# Topic 2: Functions

## Concepts

Essential understandings:

Models are depictions of real-life events using expressions, equations or graphs while a function is defined as a relation or expression involving one or more variable. Creating different representations of functions to model the relationships between variables, visually and symbolically as graphs, equations and/or tables represents different ways to communicate mathematical ideas.

Suggested concepts embedded in this topic:

Representation, relationships, space, modelling, change.

AHL: Generalization, validity.

Content-specific conceptual understandings:

Different representations of functions, symbolically and visually as graphs, equations and tables provide different ways to communicate mathematical relationships.

The parameters in a function or equation may correspond to notable geometrical features of a graph and can represent physical quantities in spatial dimensions.

Moving between different forms to represent functions allows for deeper understanding and provides different approaches to problem solving.

Our spatial frame of reference affects the visible part of a function and by changing this “window” can show more or less of the function to best suit our needs.

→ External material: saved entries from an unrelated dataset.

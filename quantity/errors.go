package quantity

import (
	"errors"
	"fmt"
	"strings"
)

// The classes of error of the whole module. Every error similis returns
// matches exactly one of them, or ErrConflict of package similarity,
// under errors.Is, and its concrete type (a *…Error of the package that
// returned it) under errors.As; the concrete types name the input, the
// offset where there is one, and the reason.
var (
	// ErrDimension: a dimension that is wrong for an operation, or two
	// that differ where they must agree. An *Error of this package
	// carrying it names the operation and the dimensions.
	ErrDimension = errors.New("dimension error")
	// ErrRange: a number out of range — not finite, an overflow or an
	// underflow, an exponent or a fraction too large, a value outside
	// the range of a correlation.
	ErrRange = errors.New("out of range")
	// ErrParse: text that cannot be read (a unit, a value, a dimension, an
	// exponent).
	ErrParse = errors.New("cannot parse")
	// ErrUnknown: a name that is not known (a unit symbol, a variable, a
	// kind of quantity).
	ErrUnknown = errors.New("unknown name")
	// ErrInvalid: an argument or a combination of arguments a function
	// cannot take (a repeating set of the wrong size, a group of another
	// problem, series of different lengths, a plan built wrongly).
	ErrInvalid = errors.New("invalid argument")
)

// Describe names a dimension for a message: its kinds of quantity, if any
// are known, and its coherent SI unit as a Quantity's String writes it —
// a name of String's fixed set (N, Pa, W, N·m, Pa·s, …) where the
// dimension is exactly its, the base-unit form otherwise:
// "pressure, stress [Pa]", "dynamic viscosity [Pa·s]", "density [kg·m⁻³]".
func Describe(d Dim) string {
	if name := KindName(d); name != "" {
		return name + " [" + d.unitText(false) + "]"
	}
	return "[" + d.unitText(false) + "]"
}

// Error is the one error type of this package. It reports
//
//   - a dimension that is wrong for an operation (class ErrDimension): two
//     sides of a sum that differ, a transcendental function given a
//     dimensional argument, an exponent that overflows or cannot be held,
//     or a value checked against the dimension it should have;
//   - text that does not parse — a dimension, a quantity, an exact
//     exponent (ErrParse);
//   - an exact rational operation that cannot be done (ErrRange);
//   - Series of different lengths combined element-wise, or a value with
//     no text form (ErrInvalid).
//
// Arithmetic on Quantity and Series panics with an *Error of class
// ErrDimension (or, for Series of different lengths, ErrInvalid); the
// checking functions (Quantity.Check, Series.Check, Eval, and Dim's own
// methods) and the parsers return one. It matches exactly one class under
// errors.Is, the one in Class.
type Error struct {
	// Op is the operation as a verb phrase: "parse", "add", "compare",
	// "take the logarithm of", "check", "scale to integers". In a
	// dimension error a "%s" in it marks where the operand is named:
	// "raise %s to a real power".
	Op string
	// Input is the text that does not parse, or the operands of an exact
	// rational operation; empty for a dimension error.
	Input string
	// Offset is the byte offset of the problem within Input, for "parse".
	Offset int
	// Name is the caller's name for the value, if any ("Re", "column 3").
	Name string
	// Dims are the dimensions of a dimension error: Dims[0] is that of the
	// (first) operand, or the dimension a check found; Dims[1] is that of
	// the second operand, or the dimension a check expected. Dims[1] is
	// meaningful when Binary is true.
	Dims [2]Dim
	// Binary reports whether the operation had two operands (or an
	// expected dimension).
	Binary bool
	// Lengths are the two lengths of Series of different lengths
	// (ErrInvalid); equal (zero) otherwise.
	Lengths [2]int
	// Reason says what is wrong. A dimension error leaves it empty when
	// the operation alone says why ("cannot add … and …").
	Reason string
	// Class is the error's class: ErrDimension, ErrParse, ErrRange or
	// ErrInvalid.
	Class error
	// Err is the underlying cause, if any (a *strconv.NumError for a
	// number that does not parse); it matches none of the module's
	// classes, so the Error matches only its Class.
	Err error
}

// Is reports whether target is the error's class.
func (e *Error) Is(target error) bool { return target != nil && target == e.Class }

// Unwrap returns the cause, or nil.
func (e *Error) Unwrap() error { return e.Err }

// Error returns the message. A dimension error names the operation and
// both sides with their kinds of quantity:
//
//	cannot add pressure, stress [Pa] and velocity [m·s⁻¹]
func (e *Error) Error() string {
	switch {
	case e.Class == ErrDimension:
		return e.dimensionText()
	case e.Op == "parse":
		return fmt.Sprintf("parse %q: at offset %d: %s", e.Input, e.Offset, e.Reason)
	case e.Lengths[0] != e.Lengths[1]:
		return fmt.Sprintf("cannot %s series of lengths %d and %d", e.Op, e.Lengths[0], e.Lengths[1])
	}
	return fmt.Sprintf("quantity: %s %s: %s", e.Op, e.Input, e.Reason)
}

// dimensionText is the message of an error of class ErrDimension.
func (e *Error) dimensionText() string {
	var sb strings.Builder
	left, right := e.Dims[0], e.Dims[1]
	if e.Op == "check" {
		if e.Name != "" {
			sb.WriteString(e.Name)
			sb.WriteString(": ")
		}
		fmt.Fprintf(&sb, "want %s, got %s", Describe(right), Describe(left))
		if e.Reason != "" {
			sb.WriteString(": ")
			sb.WriteString(e.Reason)
		}
		return sb.String()
	}
	if e.Name != "" {
		sb.WriteString(e.Name)
		sb.WriteString(": ")
	}
	sb.WriteString("cannot ")
	// A product or quotient fails only by overflow, of two operands.
	binary := e.Binary || e.Op == "multiply" || e.Op == "divide"
	if before, after, ok := strings.Cut(e.Op, "%s"); ok {
		// The operand goes inside the phrase: "raise %s to a real power".
		sb.WriteString(before)
		sb.WriteString(Describe(left))
		sb.WriteString(after)
	} else {
		sb.WriteString(e.Op)
		if left != Dim(0) || binary || e.Reason == "" {
			sb.WriteByte(' ')
			sb.WriteString(Describe(left))
		}
	}
	if binary {
		sb.WriteString(" and ")
		sb.WriteString(Describe(right))
	}
	detail := e.Reason
	if detail == "" && (e.Op == "multiply" || e.Op == "divide" || e.Op == "invert") {
		detail = overflows // the only way these fail
	}
	if detail != "" {
		sb.WriteString(": ")
		sb.WriteString(detail)
	}
	return sb.String()
}

// parseError is the Error of text s that does not parse at byte at.
func parseError(s string, at int, reason string) *Error {
	return &Error{Op: "parse", Input: s, Offset: at, Reason: reason, Class: ErrParse}
}

// lengthError is the Error of Series of lengths a and b combined by op.
func lengthError(op string, a, b int) *Error {
	return &Error{Op: op, Lengths: [2]int{a, b}, Class: ErrInvalid}
}

// dimError is the Error of class ErrDimension of a unary operation op on
// a dimension a, for the reason given ("" when op says it).
func dimError(op string, a Dim, reason string) *Error {
	return &Error{Op: op, Dims: [2]Dim{a, 0}, Reason: reason, Class: ErrDimension}
}

// binaryError is the Error of class ErrDimension of a binary operation op
// on dimensions a and b, or of a check that found a where b was expected.
func binaryError(op string, a, b Dim, reason string) *Error {
	return &Error{Op: op, Dims: [2]Dim{a, b}, Binary: true, Reason: reason, Class: ErrDimension}
}

//go:noinline
func panicBinary(op string, a, b Dim) {
	panic(binaryError(op, a, b, ""))
}

//go:noinline
func panicOverflow(op string, a, b Dim) {
	panic(binaryError(op, a, b, overflows))
}

//go:noinline
func panicUnary(op string, a Dim, detail string) {
	panic(dimError(op, a, detail))
}

//go:noinline
func panicErr(err error) { panic(err) }

//go:noinline
func panicLength(op string, a, b int) {
	panic(lengthError(op, a, b))
}

const overflows = "an exponent overflows"

const mustBeDimensionless = "the argument must be dimensionless"

// Eval runs a formula and returns its result, turning a panic with an
// *Error of class ErrDimension, or of class ErrInvalid for Series of
// different lengths, raised inside it into a returned error. Any other
// panic is passed on.
// It is meant for programs that evaluate formulas their users supply,
// where a dimension mismatch is an input error rather than a bug.
func Eval(formula func() Quantity) (q Quantity, err error) {
	defer func() {
		if r := recover(); r != nil {
			switch e := r.(type) {
			case *Error:
				if e.Class != ErrDimension && e.Lengths[0] == e.Lengths[1] {
					panic(r) // not a dimension or length mismatch: a Must… function's error
				}
				err = e
			default:
				panic(r)
			}
			q = Quantity{}
		}
	}()
	return formula(), nil
}

// classes are the module's error classes, in the order ClassOf tries them.
var classes = [...]error{ErrDimension, ErrRange, ErrParse, ErrUnknown, ErrInvalid}

// ClassOf returns the class of this package that err matches under
// errors.Is — ErrDimension, ErrRange, ErrParse, ErrUnknown or ErrInvalid —
// or nil when it matches none. An error type that wraps a cause takes the
// cause's class with it, so that the wrapper matches exactly one class.
func ClassOf(err error) error {
	for _, c := range classes {
		if errors.Is(err, c) {
			return c
		}
	}
	return nil
}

Changing the parameters of a trigonometric function changes the position, orientation and shape of the corresponding graph.

Different representations facilitate modelling and interpretation of physical, social, economic and mathematical phenomena, which support solving real-life problems.

Technology plays a key role in allowing humans to represent the real world as a model and to quantify the appropriateness of the model.

AHL: Extending results from a specific case to a general form and making connections between related functions allows us to better understand physical phenomena.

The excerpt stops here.